** Source material **

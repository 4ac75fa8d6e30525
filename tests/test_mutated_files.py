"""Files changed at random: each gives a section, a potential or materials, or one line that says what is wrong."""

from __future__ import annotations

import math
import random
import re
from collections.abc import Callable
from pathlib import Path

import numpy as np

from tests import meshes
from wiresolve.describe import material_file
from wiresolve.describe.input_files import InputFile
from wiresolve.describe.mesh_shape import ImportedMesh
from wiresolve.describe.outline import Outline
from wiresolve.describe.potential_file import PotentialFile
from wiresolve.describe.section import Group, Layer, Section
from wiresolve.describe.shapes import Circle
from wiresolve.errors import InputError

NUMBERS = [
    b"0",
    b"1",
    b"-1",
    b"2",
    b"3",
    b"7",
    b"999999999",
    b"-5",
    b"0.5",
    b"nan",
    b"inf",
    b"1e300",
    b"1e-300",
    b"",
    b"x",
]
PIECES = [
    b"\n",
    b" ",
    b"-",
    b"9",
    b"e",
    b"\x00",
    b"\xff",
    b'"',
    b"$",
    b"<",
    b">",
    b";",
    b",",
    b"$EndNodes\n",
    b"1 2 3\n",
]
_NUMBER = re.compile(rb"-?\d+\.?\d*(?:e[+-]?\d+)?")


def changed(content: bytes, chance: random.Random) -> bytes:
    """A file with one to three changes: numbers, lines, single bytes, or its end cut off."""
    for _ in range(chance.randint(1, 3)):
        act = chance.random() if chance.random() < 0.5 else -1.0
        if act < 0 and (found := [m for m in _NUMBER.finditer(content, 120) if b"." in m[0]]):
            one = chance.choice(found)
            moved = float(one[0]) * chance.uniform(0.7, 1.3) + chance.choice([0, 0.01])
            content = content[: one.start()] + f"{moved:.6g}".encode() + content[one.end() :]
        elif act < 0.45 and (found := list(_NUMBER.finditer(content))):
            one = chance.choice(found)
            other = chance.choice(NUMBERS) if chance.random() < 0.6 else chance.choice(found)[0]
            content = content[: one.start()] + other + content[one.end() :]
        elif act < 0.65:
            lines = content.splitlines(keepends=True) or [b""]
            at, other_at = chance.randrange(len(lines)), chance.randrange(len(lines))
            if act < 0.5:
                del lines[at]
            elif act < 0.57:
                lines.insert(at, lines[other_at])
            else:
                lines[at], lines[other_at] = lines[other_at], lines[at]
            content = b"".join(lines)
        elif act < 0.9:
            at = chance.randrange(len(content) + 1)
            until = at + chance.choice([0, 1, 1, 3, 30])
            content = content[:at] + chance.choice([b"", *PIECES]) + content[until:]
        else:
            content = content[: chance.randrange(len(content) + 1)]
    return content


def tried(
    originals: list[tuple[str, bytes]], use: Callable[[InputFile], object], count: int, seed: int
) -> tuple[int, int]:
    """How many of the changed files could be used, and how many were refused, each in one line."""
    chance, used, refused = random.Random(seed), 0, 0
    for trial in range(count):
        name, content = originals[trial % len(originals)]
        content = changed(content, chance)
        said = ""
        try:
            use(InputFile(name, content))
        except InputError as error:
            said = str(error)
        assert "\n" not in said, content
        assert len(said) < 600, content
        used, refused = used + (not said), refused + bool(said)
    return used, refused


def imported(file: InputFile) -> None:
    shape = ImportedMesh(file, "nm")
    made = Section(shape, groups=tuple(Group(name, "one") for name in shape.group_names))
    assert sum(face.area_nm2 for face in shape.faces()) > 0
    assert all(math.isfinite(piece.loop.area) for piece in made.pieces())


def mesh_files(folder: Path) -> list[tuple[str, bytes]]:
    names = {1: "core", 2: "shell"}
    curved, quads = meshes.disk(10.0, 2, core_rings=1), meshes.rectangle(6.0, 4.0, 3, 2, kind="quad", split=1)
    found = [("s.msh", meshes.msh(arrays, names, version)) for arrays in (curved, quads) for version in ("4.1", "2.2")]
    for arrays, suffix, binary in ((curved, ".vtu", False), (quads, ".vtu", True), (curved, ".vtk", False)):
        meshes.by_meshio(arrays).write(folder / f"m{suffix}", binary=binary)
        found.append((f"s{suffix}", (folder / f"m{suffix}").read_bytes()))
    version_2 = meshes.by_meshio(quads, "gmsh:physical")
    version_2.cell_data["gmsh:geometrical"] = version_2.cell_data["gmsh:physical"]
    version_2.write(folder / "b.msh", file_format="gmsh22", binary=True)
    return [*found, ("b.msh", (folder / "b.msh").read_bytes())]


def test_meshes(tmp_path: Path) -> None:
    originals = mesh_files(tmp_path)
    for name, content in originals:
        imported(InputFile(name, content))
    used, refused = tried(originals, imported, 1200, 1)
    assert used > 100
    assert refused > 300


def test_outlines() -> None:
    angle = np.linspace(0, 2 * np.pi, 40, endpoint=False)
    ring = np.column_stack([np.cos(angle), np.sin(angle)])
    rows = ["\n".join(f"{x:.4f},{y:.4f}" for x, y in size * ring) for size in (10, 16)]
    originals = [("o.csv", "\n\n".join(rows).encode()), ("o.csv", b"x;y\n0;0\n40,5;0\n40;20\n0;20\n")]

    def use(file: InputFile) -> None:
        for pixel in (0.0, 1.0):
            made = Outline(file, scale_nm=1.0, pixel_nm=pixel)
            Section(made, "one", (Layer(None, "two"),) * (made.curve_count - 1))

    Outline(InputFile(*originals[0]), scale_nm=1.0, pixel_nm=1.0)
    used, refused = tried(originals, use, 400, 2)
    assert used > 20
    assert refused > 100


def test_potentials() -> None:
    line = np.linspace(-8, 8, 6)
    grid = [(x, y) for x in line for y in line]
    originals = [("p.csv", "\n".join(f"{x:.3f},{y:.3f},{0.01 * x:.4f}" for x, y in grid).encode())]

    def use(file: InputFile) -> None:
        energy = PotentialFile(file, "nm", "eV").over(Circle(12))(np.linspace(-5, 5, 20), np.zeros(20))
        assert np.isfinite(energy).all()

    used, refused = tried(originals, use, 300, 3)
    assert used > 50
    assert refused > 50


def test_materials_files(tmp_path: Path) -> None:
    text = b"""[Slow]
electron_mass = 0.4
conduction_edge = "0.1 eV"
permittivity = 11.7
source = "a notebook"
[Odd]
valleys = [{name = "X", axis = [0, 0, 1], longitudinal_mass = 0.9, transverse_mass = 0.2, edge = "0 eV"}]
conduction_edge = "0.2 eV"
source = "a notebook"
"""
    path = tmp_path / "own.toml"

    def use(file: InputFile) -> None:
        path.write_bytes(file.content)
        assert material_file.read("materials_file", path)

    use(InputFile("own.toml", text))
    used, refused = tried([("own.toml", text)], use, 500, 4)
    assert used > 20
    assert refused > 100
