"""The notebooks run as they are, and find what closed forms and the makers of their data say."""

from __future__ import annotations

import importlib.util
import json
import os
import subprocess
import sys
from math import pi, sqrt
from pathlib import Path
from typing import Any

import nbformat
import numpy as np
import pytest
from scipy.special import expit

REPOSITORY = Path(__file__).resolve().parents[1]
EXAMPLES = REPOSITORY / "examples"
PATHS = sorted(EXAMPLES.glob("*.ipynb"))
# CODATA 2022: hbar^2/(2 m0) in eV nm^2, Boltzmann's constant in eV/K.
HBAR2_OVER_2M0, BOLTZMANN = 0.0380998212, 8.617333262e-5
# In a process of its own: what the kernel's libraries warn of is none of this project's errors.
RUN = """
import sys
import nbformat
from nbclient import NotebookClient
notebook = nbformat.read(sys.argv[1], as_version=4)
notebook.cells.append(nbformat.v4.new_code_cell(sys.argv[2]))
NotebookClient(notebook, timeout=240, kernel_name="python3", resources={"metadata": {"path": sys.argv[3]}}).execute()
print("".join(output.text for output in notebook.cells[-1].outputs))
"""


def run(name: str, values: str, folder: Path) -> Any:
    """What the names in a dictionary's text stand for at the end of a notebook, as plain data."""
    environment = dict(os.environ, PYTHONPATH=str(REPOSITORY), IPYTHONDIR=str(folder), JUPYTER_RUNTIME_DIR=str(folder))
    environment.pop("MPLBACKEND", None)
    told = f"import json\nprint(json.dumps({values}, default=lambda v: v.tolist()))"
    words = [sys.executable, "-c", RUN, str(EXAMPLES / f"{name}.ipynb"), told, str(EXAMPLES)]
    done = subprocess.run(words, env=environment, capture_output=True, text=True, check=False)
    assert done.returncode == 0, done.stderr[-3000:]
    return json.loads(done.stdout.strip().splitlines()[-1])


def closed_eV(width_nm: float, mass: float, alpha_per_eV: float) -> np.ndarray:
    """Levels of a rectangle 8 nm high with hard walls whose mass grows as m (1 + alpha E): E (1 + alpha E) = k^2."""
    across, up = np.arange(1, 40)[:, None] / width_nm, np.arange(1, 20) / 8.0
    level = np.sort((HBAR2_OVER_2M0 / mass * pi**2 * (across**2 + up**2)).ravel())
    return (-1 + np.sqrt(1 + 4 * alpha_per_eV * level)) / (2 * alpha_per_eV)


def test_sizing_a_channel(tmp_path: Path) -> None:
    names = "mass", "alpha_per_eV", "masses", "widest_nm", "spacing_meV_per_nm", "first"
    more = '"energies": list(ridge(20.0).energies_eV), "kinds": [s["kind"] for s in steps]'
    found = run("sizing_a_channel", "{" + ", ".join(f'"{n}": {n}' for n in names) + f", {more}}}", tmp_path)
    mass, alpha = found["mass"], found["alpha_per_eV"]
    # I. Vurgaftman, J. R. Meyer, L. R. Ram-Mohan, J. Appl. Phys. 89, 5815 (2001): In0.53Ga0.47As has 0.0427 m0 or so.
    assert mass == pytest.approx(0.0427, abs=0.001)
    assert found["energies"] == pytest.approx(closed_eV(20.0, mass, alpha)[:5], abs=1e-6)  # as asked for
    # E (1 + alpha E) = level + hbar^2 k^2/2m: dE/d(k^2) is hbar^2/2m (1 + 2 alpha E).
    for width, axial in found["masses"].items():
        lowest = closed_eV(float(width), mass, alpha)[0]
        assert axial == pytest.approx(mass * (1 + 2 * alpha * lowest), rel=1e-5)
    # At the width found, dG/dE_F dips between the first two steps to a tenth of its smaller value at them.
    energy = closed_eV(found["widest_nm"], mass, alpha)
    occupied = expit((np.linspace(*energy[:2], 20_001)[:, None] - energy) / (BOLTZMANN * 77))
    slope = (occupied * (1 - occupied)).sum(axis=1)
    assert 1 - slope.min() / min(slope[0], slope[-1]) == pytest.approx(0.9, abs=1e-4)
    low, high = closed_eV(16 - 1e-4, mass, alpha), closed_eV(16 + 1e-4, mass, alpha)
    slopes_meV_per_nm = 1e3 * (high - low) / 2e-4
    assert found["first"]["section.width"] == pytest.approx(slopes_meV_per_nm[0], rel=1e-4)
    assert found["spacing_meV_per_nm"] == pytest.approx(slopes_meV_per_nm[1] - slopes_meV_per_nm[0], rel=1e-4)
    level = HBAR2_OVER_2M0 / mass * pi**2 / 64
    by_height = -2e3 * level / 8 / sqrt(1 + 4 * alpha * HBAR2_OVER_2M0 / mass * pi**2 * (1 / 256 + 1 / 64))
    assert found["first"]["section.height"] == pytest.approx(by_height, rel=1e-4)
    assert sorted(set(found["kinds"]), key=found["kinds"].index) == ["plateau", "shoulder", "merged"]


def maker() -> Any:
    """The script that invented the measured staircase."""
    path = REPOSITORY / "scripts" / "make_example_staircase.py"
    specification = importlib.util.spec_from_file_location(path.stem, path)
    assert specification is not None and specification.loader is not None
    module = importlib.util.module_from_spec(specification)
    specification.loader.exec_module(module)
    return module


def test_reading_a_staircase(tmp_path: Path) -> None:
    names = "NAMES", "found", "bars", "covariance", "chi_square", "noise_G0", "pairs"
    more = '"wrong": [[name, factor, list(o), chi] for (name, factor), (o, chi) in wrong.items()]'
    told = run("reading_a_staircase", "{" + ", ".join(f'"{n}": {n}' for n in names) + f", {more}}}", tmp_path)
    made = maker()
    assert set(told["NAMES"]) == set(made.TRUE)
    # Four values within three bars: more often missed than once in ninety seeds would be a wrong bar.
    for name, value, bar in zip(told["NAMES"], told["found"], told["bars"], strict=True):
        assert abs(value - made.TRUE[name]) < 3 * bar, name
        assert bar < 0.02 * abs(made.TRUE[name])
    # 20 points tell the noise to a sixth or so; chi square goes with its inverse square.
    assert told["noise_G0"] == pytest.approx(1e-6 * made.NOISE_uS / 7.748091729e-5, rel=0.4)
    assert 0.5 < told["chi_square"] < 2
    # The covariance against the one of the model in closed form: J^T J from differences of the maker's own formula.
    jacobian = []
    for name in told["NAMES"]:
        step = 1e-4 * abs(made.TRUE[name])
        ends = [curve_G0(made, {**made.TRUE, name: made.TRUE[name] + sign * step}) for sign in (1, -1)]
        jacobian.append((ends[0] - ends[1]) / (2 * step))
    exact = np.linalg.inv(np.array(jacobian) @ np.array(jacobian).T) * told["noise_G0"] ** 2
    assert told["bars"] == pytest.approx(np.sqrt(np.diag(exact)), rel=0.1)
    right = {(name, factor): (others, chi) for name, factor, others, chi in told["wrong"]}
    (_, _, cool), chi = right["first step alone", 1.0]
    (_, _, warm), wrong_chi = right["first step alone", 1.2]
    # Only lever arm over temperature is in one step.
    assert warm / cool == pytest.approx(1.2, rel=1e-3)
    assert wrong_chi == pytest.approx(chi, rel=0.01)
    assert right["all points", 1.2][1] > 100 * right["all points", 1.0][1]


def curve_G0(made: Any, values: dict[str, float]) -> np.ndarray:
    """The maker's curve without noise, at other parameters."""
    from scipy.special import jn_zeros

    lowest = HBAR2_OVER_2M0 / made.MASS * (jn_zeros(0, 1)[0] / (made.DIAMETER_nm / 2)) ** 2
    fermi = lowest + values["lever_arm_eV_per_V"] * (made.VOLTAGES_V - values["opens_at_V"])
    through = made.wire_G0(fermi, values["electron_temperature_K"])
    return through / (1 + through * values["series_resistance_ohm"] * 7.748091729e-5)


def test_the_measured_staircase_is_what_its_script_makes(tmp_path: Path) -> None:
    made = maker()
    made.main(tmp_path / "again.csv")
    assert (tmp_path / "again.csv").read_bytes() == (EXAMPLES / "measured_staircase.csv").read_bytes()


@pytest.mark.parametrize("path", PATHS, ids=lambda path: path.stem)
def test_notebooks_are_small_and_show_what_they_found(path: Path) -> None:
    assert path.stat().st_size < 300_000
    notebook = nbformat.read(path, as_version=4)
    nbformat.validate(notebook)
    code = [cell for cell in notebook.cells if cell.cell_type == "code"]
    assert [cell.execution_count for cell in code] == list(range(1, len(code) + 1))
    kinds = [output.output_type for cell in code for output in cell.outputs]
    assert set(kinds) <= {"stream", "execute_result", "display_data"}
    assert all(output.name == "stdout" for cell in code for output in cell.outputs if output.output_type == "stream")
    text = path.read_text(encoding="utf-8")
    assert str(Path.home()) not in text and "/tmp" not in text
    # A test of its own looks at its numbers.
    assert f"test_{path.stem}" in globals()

** Required work **
If a line in the listing holds the word "right", copy it out.

** Solution to the exercise **
    right = {(name, factor): (others, chi) for name, factor, others, chi in told["wrong"]}
    (_, _, cool), chi = right["first step alone", 1.0]
    (_, _, warm), wrong_chi = right["first step alone", 1.2]
    assert right["all points", 1.2][1] > 100 * right["all points", 1.0][1]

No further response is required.